From: John Lazzaro (lazzaro@cs.berkeley.edu)
Date: Mon Apr 24 2000 - 13:01:58 EDT


> What about future posiblilities? What are your views on the paper
> "Generalized Audio Coding with MPEG 4 Structured Audio" by Eric Scheirer and
> Youngmoo Kim? Couldn't that be part of a MPEG4 codec in the future?

Personally, I think that scenareo is quite reasonable -- people coming
up with new ideas for encode-decode schemes, implementing the encoder
in a language like C, generating an MP4-SA compatible bitstream, and
implementing the decoder in SAOL that also becomes part of the bitstream.

I think an interesting question (that maybe is addressed in the
Scheirer and Kim paper, I haven't read it yet) is that if your coding
algorithm uses data types that are less than 16-bits long, and you
want to pack them into a MP4-SA compatible bitstream, and reliably decode
them in SAOL in a normative way, there's some trickery needed.
The obvious way to do this is the use the SASL table command with
the sample wavetable generator, and use the "fixed sample" option
of class_sample (when sends an array of 16-bit ints) to send your
packed data, and then unpack it in SAOL. The issue here is, the
sample wavetable generator converts these ints to floats between
-1.0 to 1.0. Doing floating-point math to reliably extract (say)
a 6 bit number concatenated to a 7 bit number concatented to a
three bit number, give a float between -1.0 and 1.0 that codes
the concatented triplet, may be tough to do -- roundoff will be
your enemy. If you know for certain the decoder is using IEEE
floats, you might be better off craftily encoding these bit values
inside the float representation, and doing extraction with floating
point math. But clearly, life becomes easier if there's a way for
the sample wavetable generator to normatively map the 16-bit ints
into values between -32768 and 32767, instead of -1 to 1 ... and
even better, add a representation to class sample designed for
tightly packed irregular-width integer data.

Of course, this whole line of reasoning assumes you're doing things
"the old-fashioned way" of quantizing integers to do coding -- maybe
if you accept from the outset that you're unit of coding is a 16-bit
int that maps into -1 to 1, you can devise algorithms that compress
well in that format, using all the bits as they naturally exist in
the word instead of using them in irregular chunks ...

Finally, its a good question to ask "why would you bother to do this"
rather than just use the natural codecs already in MPEG 4 audio,
assuming your terminals have both Structured Audio and the natural
codec decoders built in?
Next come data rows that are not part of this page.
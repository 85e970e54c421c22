"""Sampling designs: Latin hypercube (scipy.stats.qmc.LatinHypercube mapped through each input's inverse CDF), full
grid, and one-at-a-time around the base (low / base / high, for a tornado)."""

from __future__ import annotations

import inspect
import itertools
from dataclasses import dataclass, field
from typing import Any

import numpy as np
from scipy import stats
from scipy.stats import qmc

from .spec import Choice, EnsembleSpec, Levels, Lognormal, Normal, Triangular, Uniform, member_count

__all__ = ["Member", "design_members", "frozen_distribution", "inverse_cdf", "unit_hypercube"]


@dataclass(frozen=True)
class Member:
    """One member of the design: its position, its role and the sampled value of each input it changes (inputs it
    leaves at the base value are absent)."""

    index: int
    role: str  # "sample" (latin_hypercube, grid); "base", "<label>:low", "<label>:high" (one_at_a_time)
    samples: dict[str, Any] = field(default_factory=dict)


def frozen_distribution(item) -> Any | None:
    """The scipy.stats frozen distribution of a continuous input; None for choices and value lists."""
    if isinstance(item, Uniform):
        return stats.uniform(loc=item.low, scale=item.high - item.low)
    if isinstance(item, Triangular):
        return stats.triang(
            c=(item.mode - item.low) / (item.high - item.low), loc=item.low, scale=item.high - item.low
        )
    if isinstance(item, Normal):
        if item.low is None and item.high is None:
            return stats.norm(loc=item.mean, scale=item.sd)
        a = -np.inf if item.low is None else (item.low - item.mean) / item.sd
        b = np.inf if item.high is None else (item.high - item.mean) / item.sd
        return stats.truncnorm(a, b, loc=item.mean, scale=item.sd)
    if isinstance(item, Lognormal):
        return stats.lognorm(s=item.sigma, scale=item.median)
    return None


def _discrete(item) -> tuple[list, np.ndarray]:
    values = list(item.values)
    weights = (
        np.asarray(item.probabilities, dtype=float)
        if isinstance(item, Choice) and item.probabilities
        else np.full(len(values), 1.0 / len(values))
    )
    return values, weights


def inverse_cdf(item, u: np.ndarray) -> list:
    """Values of the input at the probabilities ``u`` in [0, 1)."""
    u = np.asarray(u, dtype=float)
    dist = frozen_distribution(item)
    if dist is not None:
        with np.errstate(
            over="ignore", under="ignore"
        ):  # a very wide lognormal gives inf: refused by validity
            return [float(v) for v in dist.ppf(u)]
    values, weights = _discrete(item)
    index = np.minimum(np.searchsorted(np.cumsum(weights), u, side="right"), len(values) - 1)
    return [values[i] for i in index]


def unit_hypercube(members: int, dimensions: int, seed: int) -> np.ndarray:
    """A Latin hypercube sample of ``members`` points in [0, 1)^dimensions (scrambled, so each point lies at random
    inside its stratum)."""
    generator = np.random.default_rng(seed)
    if "rng" in inspect.signature(qmc.LatinHypercube).parameters:  # SciPy 1.15 and later
        sampler = qmc.LatinHypercube(d=dimensions, rng=generator)
    else:  # earlier SciPy calls it seed
        sampler = qmc.LatinHypercube(d=dimensions, seed=generator)
    return sampler.random(members)


def _levels(item, count: int) -> list:
    if isinstance(item, Levels | Choice):
        return list(item.values)
    return inverse_cdf(item, (np.arange(count) + 0.5) / count)


def _low_high(item, quantiles: tuple[float, float]) -> tuple[Any, Any]:
    if isinstance(item, Levels | Choice):
        return item.values[0], item.values[-1]
    low, high = inverse_cdf(item, np.asarray(quantiles))
    return low, high


def design_members(spec: EnsembleSpec) -> list[Member]:
    """Every member of the ensemble's design, in a fixed order (the same seed gives the same members)."""
    f = spec.file
    labels = list(f.inputs)
    if f.design == "latin_hypercube":
        count = member_count(spec)
        assert f.seed is not None  # EnsembleFile's validator requires a seed with latin_hypercube
        u = unit_hypercube(count, len(labels), int(f.seed))
        columns = {label: inverse_cdf(f.inputs[label], u[:, j]) for j, label in enumerate(labels)}
        return [Member(i, "sample", {label: columns[label][i] for label in labels}) for i in range(count)]
    if f.design == "grid":
        levels = [_levels(f.inputs[label], f.grid_levels) for label in labels]
        return [
            Member(i, "sample", dict(zip(labels, combo, strict=True)))
            for i, combo in enumerate(itertools.product(*levels))
        ]
    members = [Member(0, "base", {})]
    for label in labels:
        low, high = _low_high(f.inputs[label], f.tornado_quantiles)
        members.append(Member(len(members), f"{label}:low", {label: low}))
        members.append(Member(len(members), f"{label}:high", {label: high}))
    return members
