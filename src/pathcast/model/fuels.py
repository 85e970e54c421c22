"""Fuels: supply per year, fuel burned in power plants, converters (electrolysers draw electricity in the hours they
run; fuel-to-fuel converters run on a yearly basis), deliveries to final demand, and a yearly balance per fuel.

Energy flows of fuels are in PJ/yr. Hourly electricity drawn over a year is sum_d w_d sum_h P [GWh] x 0.0036 PJ/GWh.
The yearly balance lets a fuel made in one hour be used in another within the year: fuel storage within the year is
assumed available at no cost (documented simplification).
"""

from __future__ import annotations

from dataclasses import dataclass

import numpy as np

from ..scenario.inputs import PJ_PER_GW_YEAR, PJ_PER_GWH, present
from .context import BuildContext, read_only
from .names import (
    CONVERTER_INPUT,
    CONVERTER_INPUT_LIMIT,
    CONVERTER_POWER,
    CONVERTER_POWER_LIMIT,
    DELIVERY,
    FUEL_BALANCE,
    FUEL_DEMAND,
    FUEL_USE,
    FUEL_USE_DEFINITION,
    GENERATION,
    SUPPLY,
    UNSERVED_FUEL,
)

__all__ = ["add_fuels", "read_fuels", "FuelValues"]


def add_fuels(ctx: BuildContext) -> None:
    lp, inputs, Y, D, H = ctx.lp, ctx.inputs, ctx.Y, ctx.D, ctx.H
    fuels = list(inputs.fuels)
    fuel_index = {f: i for i, f in enumerate(fuels)}
    hw = ctx.hour_weight  # [Y, D, H] hours of the year per representative hour

    # --- fuel burned by power plants [PJ/yr] -------------------------------------------------------------------
    burners = ctx.fuel_generators
    gen_pos = {t.name: i for i, t in enumerate(ctx.dispatched_generators)}  # fuel burners are never pooled
    fuel_use = lp.add_variables(FUEL_USE, ("technology", "year"), (len(burners), Y), "PJ/yr")
    ctx.blocks[FUEL_USE] = fuel_use
    if burners:
        rows = lp.add_rows(FUEL_USE_DEFINITION, ("technology", "year"), (len(burners), Y), "==", "PJ/yr")
        r = rows.local()
        rows.add(r, fuel_use.all(), 1.0)
        generation = ctx.blocks[GENERATION].all()
        for i, t in enumerate(burners):
            coef = -hw * PJ_PER_GWH / t.efficiency
            rows.add(np.broadcast_to(r[i][:, None, None], (Y, D, H)), generation[gen_pos[t.name]], coef)

    # --- converters ----------------------------------------------------------------------------------------------
    electric = ctx.electric_converters
    power = lp.add_variables(
        CONVERTER_POWER, ("technology", "year", "day", "hour"), (len(electric), Y, D, H), "GW"
    )
    ctx.blocks[CONVERTER_POWER] = power
    if electric:
        shape = (len(electric), Y, D, H)
        rows = lp.add_rows(CONVERTER_POWER_LIMIT, ("technology", "year", "day", "hour"), shape, "<=", "GW")
        r = rows.local()
        rows.add(r, power.all(), 1.0)
        availability = np.stack([present(t.availability) for t in electric])
        capacity = ctx.capacity_columns(electric)
        rows.add(
            r,
            np.broadcast_to(capacity[:, :, None, None], shape),
            -np.broadcast_to(availability[:, None], shape),
        )
        vom = np.array([t.variable_om for t in electric])
        lp.add_cost(power.all(), vom[:, None, None, None] * ctx.hour_cost_weight[None])

    fuel_conv = ctx.fuel_converters
    conv_input = lp.add_variables(CONVERTER_INPUT, ("technology", "year"), (len(fuel_conv), Y), "PJ/yr")
    ctx.blocks[CONVERTER_INPUT] = conv_input
    if fuel_conv:
        rows = lp.add_rows(CONVERTER_INPUT_LIMIT, ("technology", "year"), (len(fuel_conv), Y), "<=", "PJ/yr")
        r = rows.local()
        rows.add(r, conv_input.all(), 1.0)
        capacity = ctx.capacity_columns(fuel_conv)
        avail = np.array([[t.converter_availability * PJ_PER_GW_YEAR] for t in fuel_conv])
        rows.add(r, capacity, -np.broadcast_to(avail, capacity.shape))
        vom_per_pj = np.array(
            [[t.variable_om / PJ_PER_GWH] for t in fuel_conv]
        )  # [million/GWh] -> [million/PJ]
        lp.add_cost(conv_input.all(), vom_per_pj * ctx.discount[None, :])

    # --- supplies ------------------------------------------------------------------------------------------------
    supplies = inputs.supplies
    supply = lp.add_variables(
        SUPPLY,
        ("supply", "year"),
        (len(supplies), Y),
        "PJ/yr",
        upper=np.array([s.potential_pj for s in supplies]).reshape(len(supplies), Y),
    )
    ctx.blocks[SUPPLY] = supply
    for i, s in enumerate(supplies):
        lp.add_cost(supply.all()[i], s.price * ctx.discount)

    # --- final demand for fuels ------------------------------------------------------------------------------------
    demands = inputs.fuel_demands
    pairs = [(i, fuel_index[c]) for i, d in enumerate(demands) for c in d.served_by]
    ctx.delivery_pairs = pairs
    delivery = lp.add_variables(DELIVERY, ("pair", "year"), (len(pairs), Y), "PJ/yr")
    unserved_fuel = lp.add_variables(UNSERVED_FUEL, ("demand", "year"), (len(demands), Y), "PJ/yr")
    ctx.blocks.update({DELIVERY: delivery, UNSERVED_FUEL: unserved_fuel})
    if demands:
        rows = lp.add_rows(
            FUEL_DEMAND,
            ("demand", "year"),
            (len(demands), Y),
            "==",
            "PJ/yr",
            rhs=np.array([d.demand_pj for d in demands]),
        )
        r = rows.local()
        for p, (d, _c) in enumerate(pairs):
            rows.add(r[d], delivery.all()[p], 1.0)
        rows.add(r, unserved_fuel.all(), 1.0)
        lp.add_cost(unserved_fuel.all(), inputs.value_of_unserved_fuel * ctx.discount[None, :])

    # --- yearly balance per fuel: supply + conversion output >= burned + conversion input + delivered -----------
    if fuels:
        balance = lp.add_rows(FUEL_BALANCE, ("fuel", "year"), (len(fuels), Y), ">=", "PJ/yr")
        r = balance.local()
        for i, s in enumerate(supplies):
            balance.add(r[fuel_index[s.output]], supply.all()[i], 1.0)
        for i, t in enumerate(burners):
            balance.add(r[fuel_index[present(t.fuel)]], fuel_use.all()[i], -1.0)
        for i, t in enumerate(electric):
            out = np.broadcast_to(r[fuel_index[present(t.output)]][:, None, None], (Y, D, H))
            balance.add(out, power.all()[i], t.efficiency * hw * PJ_PER_GWH)
        for i, t in enumerate(fuel_conv):
            balance.add(r[fuel_index[present(t.output)]], conv_input.all()[i], t.efficiency)
            balance.add(r[fuel_index[present(t.input)]], conv_input.all()[i], -1.0)
        for p, (_d, c) in enumerate(pairs):
            balance.add(r[c], delivery.all()[p], -1.0)


@dataclass(frozen=True)
class FuelValues:
    """The fuels family's solution: supplies, fuel burned in power plants, converters, deliveries to final demand,
    the costs it adds to the objective (undiscounted) and the yearly fuel prices from the fuel balance duals."""

    commodities: tuple[str, ...]  # fuels, in scenario order (rows of fuel_price_per_gj)
    years: tuple[int, ...]
    # supplies (rows of the [S, Y] arrays)
    supplies: tuple[str, ...]
    supply_commodities: tuple[str, ...]  # the fuel each supply delivers
    supply_origins: tuple[str, ...]  # "domestic", "import", ... as given in the scenario
    supply_pj: np.ndarray  # [S, Y] fuel supplied [PJ/yr]
    supply_price_per_gj: np.ndarray  # [S, Y] price paid for the supply [currency/GJ]
    # generators that burn fuel (rows of fuel_use_pj)
    burners: tuple[str, ...]
    burner_fuels: tuple[str, ...]
    fuel_use_pj: np.ndarray  # [B, Y] fuel burned [PJ/yr]
    # converters drawing electricity in the hours they run (rows of the [C, ...] arrays)
    electric_converters: tuple[str, ...]
    electric_converter_outputs: tuple[str, ...]  # the fuel each one makes
    converter_power_gw: np.ndarray  # [C, Y, D, H] electricity drawn [GW]
    electric_conversion_output_pj: np.ndarray  # [C, Y] fuel made [PJ/yr]
    # converters from one fuel to another, run on a yearly basis (rows of the [K, Y] arrays)
    fuel_converters: tuple[str, ...]
    fuel_converter_inputs: tuple[str, ...]  # the fuel each one takes
    fuel_converter_outputs: tuple[str, ...]  # the fuel each one makes
    converter_input_pj: np.ndarray  # [K, Y] fuel taken [PJ/yr]
    fuel_conversion_output_pj: np.ndarray  # [K, Y] fuel made [PJ/yr]
    # final fuel demand: one delivery per (demand, fuel) pair that may serve it (rows of delivery_pj)
    delivery_demands: tuple[str, ...]
    delivery_commodities: tuple[str, ...]
    delivery_pj: np.ndarray  # [P, Y] fuel delivered to final demand [PJ/yr]
    demands: tuple[str, ...]  # rows of unserved_fuel_pj
    unserved_fuel_pj: np.ndarray  # [N, Y] final fuel demand not served [PJ/yr]
    # costs and prices
    converter_variable_om_million: (
        np.ndarray
    )  # [C + K, Y] electric converters, then fuel converters [million/yr]
    fuel_cost_million: np.ndarray  # [Y] all supplies at their prices [million/yr]
    unserved_fuel_cost_million: np.ndarray  # [Y] unserved fuel at its value [million/yr]
    fuel_price_per_gj: np.ndarray  # [F, Y] undiscounted dual of the fuel balance [currency/GJ]


def read_fuels(ctx: BuildContext, x: np.ndarray, row_dual: np.ndarray) -> FuelValues:
    """The fuels family's values from the primal values ``x`` (LP column order) and the row duals ``row_dual``
    (LP row order)."""
    inputs, Y, hw = ctx.inputs, ctx.Y, ctx.hour_weight
    fuels = list(inputs.fuels)
    supplies, demands = inputs.supplies, inputs.fuel_demands
    electric, fuel_conv = ctx.electric_converters, ctx.fuel_converters
    supply = ctx.column_values(SUPPLY, x)  # [S, Y] PJ/yr
    power = ctx.column_values(CONVERTER_POWER, x)  # [C, Y, D, H] GW
    conv_input = ctx.column_values(CONVERTER_INPUT, x)  # [K, Y] PJ/yr
    unserved_fuel = ctx.column_values(UNSERVED_FUEL, x)
    electric_output = np.zeros((len(electric), Y))
    variable_om = np.zeros((len(electric) + len(fuel_conv), Y))
    for c, t in enumerate(electric):
        drawn_gwh = (power[c] * hw).sum(axis=(1, 2))
        electric_output[c] = t.efficiency * drawn_gwh * PJ_PER_GWH
        variable_om[c] = t.variable_om * drawn_gwh
    fuel_output = np.zeros((len(fuel_conv), Y))
    for c, t in enumerate(fuel_conv):
        fuel_output[c] = t.efficiency * conv_input[c]
        variable_om[len(electric) + c] = t.variable_om / PJ_PER_GWH * conv_input[c]
    fuel_cost = sum((supply[i] * s.price for i, s in enumerate(supplies)), np.zeros(Y))
    unserved_cost = (
        inputs.value_of_unserved_fuel * unserved_fuel.sum(axis=0) if unserved_fuel.size else np.zeros(Y)
    )
    if fuels:
        price = ctx.row_values(FUEL_BALANCE, row_dual) / ctx.discount[None, :]
    else:
        price = np.zeros((0, Y))
    return FuelValues(
        commodities=tuple(fuels),
        years=tuple(int(year) for year in inputs.years),
        supplies=tuple(s.name for s in supplies),
        supply_commodities=tuple(s.output for s in supplies),
        supply_origins=tuple(s.origin for s in supplies),
        supply_pj=read_only(supply),
        supply_price_per_gj=read_only(
            np.array([np.broadcast_to(s.price, (Y,)) for s in supplies], dtype=float).reshape(
                len(supplies), Y
            )
        ),
        burners=tuple(t.name for t in ctx.fuel_generators),
        burner_fuels=tuple(present(t.fuel) for t in ctx.fuel_generators),
        fuel_use_pj=read_only(ctx.column_values(FUEL_USE, x)),
        electric_converters=tuple(t.name for t in electric),
        electric_converter_outputs=tuple(present(t.output) for t in electric),
        converter_power_gw=read_only(power),
        electric_conversion_output_pj=read_only(electric_output),
        fuel_converters=tuple(t.name for t in fuel_conv),
        fuel_converter_inputs=tuple(present(t.input) for t in fuel_conv),
        fuel_converter_outputs=tuple(present(t.output) for t in fuel_conv),
        converter_input_pj=read_only(conv_input),
        fuel_conversion_output_pj=read_only(fuel_output),
        delivery_demands=tuple(demands[d].name for d, _c in ctx.delivery_pairs),
        delivery_commodities=tuple(fuels[c] for _d, c in ctx.delivery_pairs),
        delivery_pj=read_only(ctx.column_values(DELIVERY, x)),
        demands=tuple(d.name for d in demands),
        unserved_fuel_pj=read_only(unserved_fuel),
        converter_variable_om_million=read_only(variable_om),
        fuel_cost_million=read_only(fuel_cost),
        unserved_fuel_cost_million=read_only(unserved_cost),
        fuel_price_per_gj=read_only(price),
    )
Three reasons come to mind:

-- Special-purpose coding algorithms for subsets of natural sounds,
like the singing voice in isolation.

-- Patent avoidance -- a public-domain natural coding algorithm can
have both its encoder and decoder available as GPL'd software, and
Structured Audio solves the problem of "how to get the decoder installed
by the masses".

-- Experimentally deploying new general-purpose algorithms.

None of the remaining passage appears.